(Data extracted from a collection)
*-*-*

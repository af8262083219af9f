//! Why a run produced no report, and the progress of a long run.

use serde::{Deserialize, Serialize};

/// Why a run produced no report.
#[derive(Clone, Debug, PartialEq)]
pub enum RunError {
    /// Something about the data or the settings; the message says what and what to do.
    Input(String),
    /// The caller asked to stop.
    Cancelled,
}

impl std::fmt::Display for RunError {
    fn fmt(&self, f: &mut std::fmt::Formatter<'_>) -> std::fmt::Result {
        match self {
            RunError::Input(m) => f.write_str(m),
            RunError::Cancelled => f.write_str("The analysis was stopped."),
        }
    }
}

/// A step of a long run, for progress display.
#[derive(Clone, Debug, PartialEq, Serialize, Deserialize)]
pub struct Progress {
    pub stage: String,
    pub done: u64,
    pub total: u64,
}

/// Callback for progress; return false to stop the run.
pub type ProgressFn<'a> = &'a mut dyn FnMut(&Progress) -> bool;
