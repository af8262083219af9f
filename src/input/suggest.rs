//! Suggesting a design from the shape of a table, so the page can start from a sensible
//! choice and say why. The user can always change it; where the shape fits several designs
//! equally (two numeric columns of equal length), the suggestion lists the others and the
//! page asks.

use serde::{Deserialize, Serialize};

use crate::input::table::{self, Column, ColumnKind, Table};

#[derive(Clone, Debug, PartialEq, Serialize, Deserialize)]
pub struct Suggestion {
    /// The suggested design: "two-groups", "paired", "one-sample", "k-groups",
    /// "association", "stratified" or "yes-no".
    pub design: String,
    /// Other designs that fit this shape just as well; the page asks which is meant.
    pub alternatives: Vec<String>,
    /// Why, in one sentence.
    pub reason: String,
    /// Suggested columns: values (or outcome), group labels, strata.
    pub value: Option<String>,
    pub group: Option<String>,
    pub strata: Option<String>,
    /// The column naming the unit of paired measurements in long format.
    #[serde(default)]
    pub unit: Option<String>,
    /// Suggested columns for wide layouts (one per group, or x and y).
    pub columns: Vec<String>,
}

/// Distinct non-blank labels of a column, in order of first appearance (at most `cap`).
fn levels(col: &Column, cap: usize) -> Vec<String> {
    let mut out: Vec<String> = Vec::new();
    for c in col.cells() {
        let l = c.text.trim();
        if !l.is_empty() && !out.iter().any(|o| o == l) {
            out.push(l.to_string());
            if out.len() >= cap {
                break;
            }
        }
    }
    out
}

fn quoted(names: &[String]) -> String {
    names
        .iter()
        .map(|n| format!("\"{n}\""))
        .collect::<Vec<_>>()
        .join(", ")
}

/// Whether some level of `strata` holds rows of both levels of `group`, and more than one
/// row of at least one of them (a unit id column holds exactly one row per group).
fn crosses(t: &Table, group: &Column, strata: &Column) -> bool {
    let g = levels(group, 3);
    if g.len() != 2 {
        return false;
    }
    let mut counts: Vec<(String, usize, usize)> = Vec::new();
    for r in 0..t.rows {
        let (gl, sl) = (group.cell(r).text.trim(), strata.cell(r).text.trim());
        if gl.is_empty() || sl.is_empty() {
            continue;
        }
        let i = match counts.iter().position(|c| c.0 == sl) {
            Some(i) => i,
            None => {
                counts.push((sl.to_string(), 0, 0));
                counts.len() - 1
            }
        };
        if gl == g[0] {
            counts[i].1 += 1;
        } else {
            counts[i].2 += 1;
        }
    }
    counts.len() >= 2
        && counts.len() < t.rows
        && counts.iter().any(|c| c.1 > 0 && c.2 > 0)
        && counts.iter().any(|c| c.1 + c.2 > 2)
}

/// Whether `unit` names units measured once under each of the two levels of `group`: no
/// unit has two rows of the same level, and most units have both.
fn is_unit_column(t: &Table, group: &Column, unit: &Column) -> bool {
    let g = levels(group, 3);
    if g.len() != 2 {
        return false;
    }
    let mut counts: Vec<(String, usize, usize)> = Vec::new();
    for r in 0..t.rows {
        let (gl, ul) = (group.cell(r).text.trim(), unit.cell(r).text.trim());
        if gl.is_empty() || ul.is_empty() {
            continue;
        }
        let i = match counts.iter().position(|c| c.0 == ul) {
            Some(i) => i,
            None => {
                counts.push((ul.to_string(), 0, 0));
                counts.len() - 1
            }
        };
        if gl == g[0] {
            counts[i].1 += 1;
        } else {
            counts[i].2 += 1;
        }
    }
    let complete = counts.iter().filter(|c| c.1 == 1 && c.2 == 1).count();
    counts.iter().all(|c| c.1 <= 1 && c.2 <= 1) && complete >= 2 && 2 * complete >= counts.len()
}

/// The design the table's shape suggests, or None when nothing fits (no numbers at all).
pub fn suggest(t: &Table) -> Option<Suggestion> {
    let numeric: Vec<&Column> = t
        .columns
        .iter()
        .filter(|c| matches!(c.kind, ColumnKind::Number | ColumnKind::NumberWithText))
        .collect();
    let labels: Vec<&Column> = t
        .columns
        .iter()
        .filter(|c| c.kind == ColumnKind::Label && !table::is_yes_no(c))
        .collect();
    let yes_no: Vec<&Column> = t.columns.iter().filter(|c| table::is_yes_no(c)).collect();
    let base = |design: &str, reason: String| Suggestion {
        design: design.into(),
        alternatives: Vec::new(),
        reason,
        value: None,
        group: None,
        strata: None,
        unit: None,
        columns: Vec::new(),
    };
    // A yes/no outcome beside a column of group labels.
    if let (Some(out), Some(group)) = (yes_no.first(), labels.first()) {
        let lv = levels(group, 51);
        if lv.len() >= 2 {
            let mut s = base(
                "yes-no",
                format!(
                    "Column \"{}\" holds yes/no outcomes and column \"{}\" names the groups ({}).",
                    out.name,
                    group.name,
                    quoted(&lv[..lv.len().min(6)])
                ),
            );
            s.value = Some(out.name.clone());
            s.group = Some(group.name.clone());
            return Some(s);
        }
    }
    let measures: Vec<&Column> = numeric
        .iter()
        .copied()
        .filter(|c| !table::is_yes_no(c) || labels.is_empty())
        .collect();
    if let (Some(value), Some(group)) = (measures.first(), labels.first()) {
        let lv = levels(group, 51);
        let listed = quoted(&lv[..lv.len().min(6)]);
        if lv.len() >= 3 {
            let mut s = base(
                "k-groups",
                format!(
                    "Column \"{}\" names {}{} groups ({listed}{}).",
                    group.name,
                    if lv.len() > 50 { "more than " } else { "" },
                    lv.len().min(50),
                    if lv.len() > 6 { ", …" } else { "" }
                ),
            );
            s.value = Some(value.name.clone());
            s.group = Some(group.name.clone());
            return Some(s);
        }
        if lv.len() == 1 {
            // Probably part of the data: keep the comparison, whose message says so.
            let mut s = base(
                "two-groups",
                format!(
                    "Column \"{}\" names only one group ({listed}); a comparison needs two.",
                    group.name
                ),
            );
            s.alternatives = vec!["one-sample".into()];
            s.value = Some(value.name.clone());
            s.group = Some(group.name.clone());
            return Some(s);
        }
        if lv.len() == 2 {
            if let Some(strata) = labels[1..].iter().find(|s| crosses(t, group, s)) {
                let mut s = base(
                    "stratified",
                    format!(
                        "Column \"{}\" names two groups ({listed}) and column \"{}\" looks like \
                         strata (site, batch, day) holding both groups.",
                        group.name, strata.name
                    ),
                );
                s.alternatives = vec!["two-groups".into()];
                s.value = Some(value.name.clone());
                s.group = Some(group.name.clone());
                s.strata = Some(strata.name.clone());
                return Some(s);
            }
            if let Some(unit) = labels[1..].iter().find(|u| is_unit_column(t, group, u)) {
                let mut s = base(
                    "paired",
                    format!(
                        "Column \"{}\" names two measurements ({listed}) and column \"{}\" \
                         names units measured once under each.",
                        group.name, unit.name
                    ),
                );
                s.alternatives = vec!["two-groups".into()];
                s.value = Some(value.name.clone());
                s.group = Some(group.name.clone());
                s.unit = Some(unit.name.clone());
                return Some(s);
            }
            let mut s = base(
                "two-groups",
                format!("Column \"{}\" names two groups ({listed}).", group.name),
            );
            s.value = Some(value.name.clone());
            s.group = Some(group.name.clone());
            return Some(s);
        }
    }
    match measures.len() {
        0 => None,
        1 => {
            let mut s = base(
                "one-sample",
                format!(
                    "There is one column of numbers (\"{}\") and no column of group labels.",
                    measures[0].name
                ),
            );
            s.value = Some(measures[0].name.clone());
            Some(s)
        }
        2 => {
            let filled = |c: &Column| -> Vec<bool> {
                c.cells().map(|x| !x.text.trim().is_empty()).collect()
            };
            let names = vec![measures[0].name.clone(), measures[1].name.clone()];
            if filled(measures[0]) == filled(measures[1]) {
                let mut s = base(
                    "paired",
                    format!(
                        "Two numeric columns of equal length ({}): the same units measured \
                         twice (paired), two variables measured on each unit (association), \
                         or two independent groups?",
                        quoted(&names)
                    ),
                );
                s.alternatives = vec!["association".into(), "two-groups".into()];
                s.columns = names;
                Some(s)
            } else {
                let mut s = base(
                    "two-groups",
                    format!(
                        "Two numeric columns of different lengths ({}): one group in each.",
                        quoted(&names)
                    ),
                );
                s.columns = names;
                Some(s)
            }
        }
        k => {
            let names: Vec<String> = measures.iter().map(|c| c.name.clone()).collect();
            let mut s = base(
                "k-groups",
                format!(
                    "{k} numeric columns ({}{}): one group in each.",
                    quoted(&names[..k.min(6)]),
                    if k > 6 { ", …" } else { "" }
                ),
            );
            s.columns = names;
            Some(s)
        }
    }
}

#[cfg(test)]
mod tests {
    use super::*;
    use crate::input::table::{parse, HeaderChoice};

    fn s(text: &str) -> Suggestion {
        suggest(&parse(text, HeaderChoice::Detect).unwrap()).unwrap()
    }

    #[test]
    fn shapes_and_their_designs() {
        let k = s("y,blend\n1,a\n2,b\n3,c\n4,a\n");
        assert_eq!(k.design, "k-groups");
        assert_eq!(k.group.as_deref(), Some("blend"));
        let two = s("y,g\n1,a\n2,b\n3,a\n");
        assert_eq!(two.design, "two-groups");
        let yn = s("germinated,storage\nyes,cold\nno,warm\nyes,warm\n");
        assert_eq!(yn.design, "yes-no");
        assert_eq!(yn.value.as_deref(), Some("germinated"));
        let yn01 = s("bought,page\n1,old\n0,new\n1,new\n0,old\n");
        assert_eq!(yn01.design, "yes-no");
        let paired = s("before,after\n1,2\n3,4\n5,7\n");
        assert_eq!(paired.design, "paired");
        assert_eq!(paired.alternatives, vec!["association", "two-groups"]);
        let wide = s("north,south\n1,2\n3,4\n5,\n");
        assert_eq!(wide.design, "two-groups");
        let three = s("p,q,r\n1,2,3\n4,5,6\n");
        assert_eq!(three.design, "k-groups");
        assert_eq!(three.columns, vec!["p", "q", "r"]);
        let partial = s("y,g\n1,a\n2,a\n3,a\n");
        assert_eq!(partial.design, "two-groups");
        assert_eq!(partial.alternatives, vec!["one-sample"]);
        let one = s("weight\n1\n2\n3\n");
        assert_eq!(one.design, "one-sample");
        assert!(suggest(&parse("a,b\nx,y\nz,w\n", HeaderChoice::Detect).unwrap()).is_none());
    }

    #[test]
    fn strata_are_recognised_but_unit_ids_are_not() {
        let st = s("y,coat,batch\n1,new,A\n2,old,A\n3,old,A\n4,new,B\n5,old,B\n6,new,B\n");
        assert_eq!(st.design, "stratified");
        assert_eq!(st.strata.as_deref(), Some("batch"));
        // One row per unit and group: a unit id, not a stratum; paired in long format.
        let ids = s("y,time,unit\n1,pre,u1\n2,post,u1\n3,pre,u2\n4,post,u2\n");
        assert_eq!(ids.design, "paired");
        assert_eq!(ids.unit.as_deref(), Some("unit"));
    }
}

*-*-*

TASK DETAILS :: Copy every line of the data where "Cancelled" is found.

EXERCISE ANSWER ::
    Cancelled,
            RunError::Cancelled => f.write_str("The analysis was stopped."),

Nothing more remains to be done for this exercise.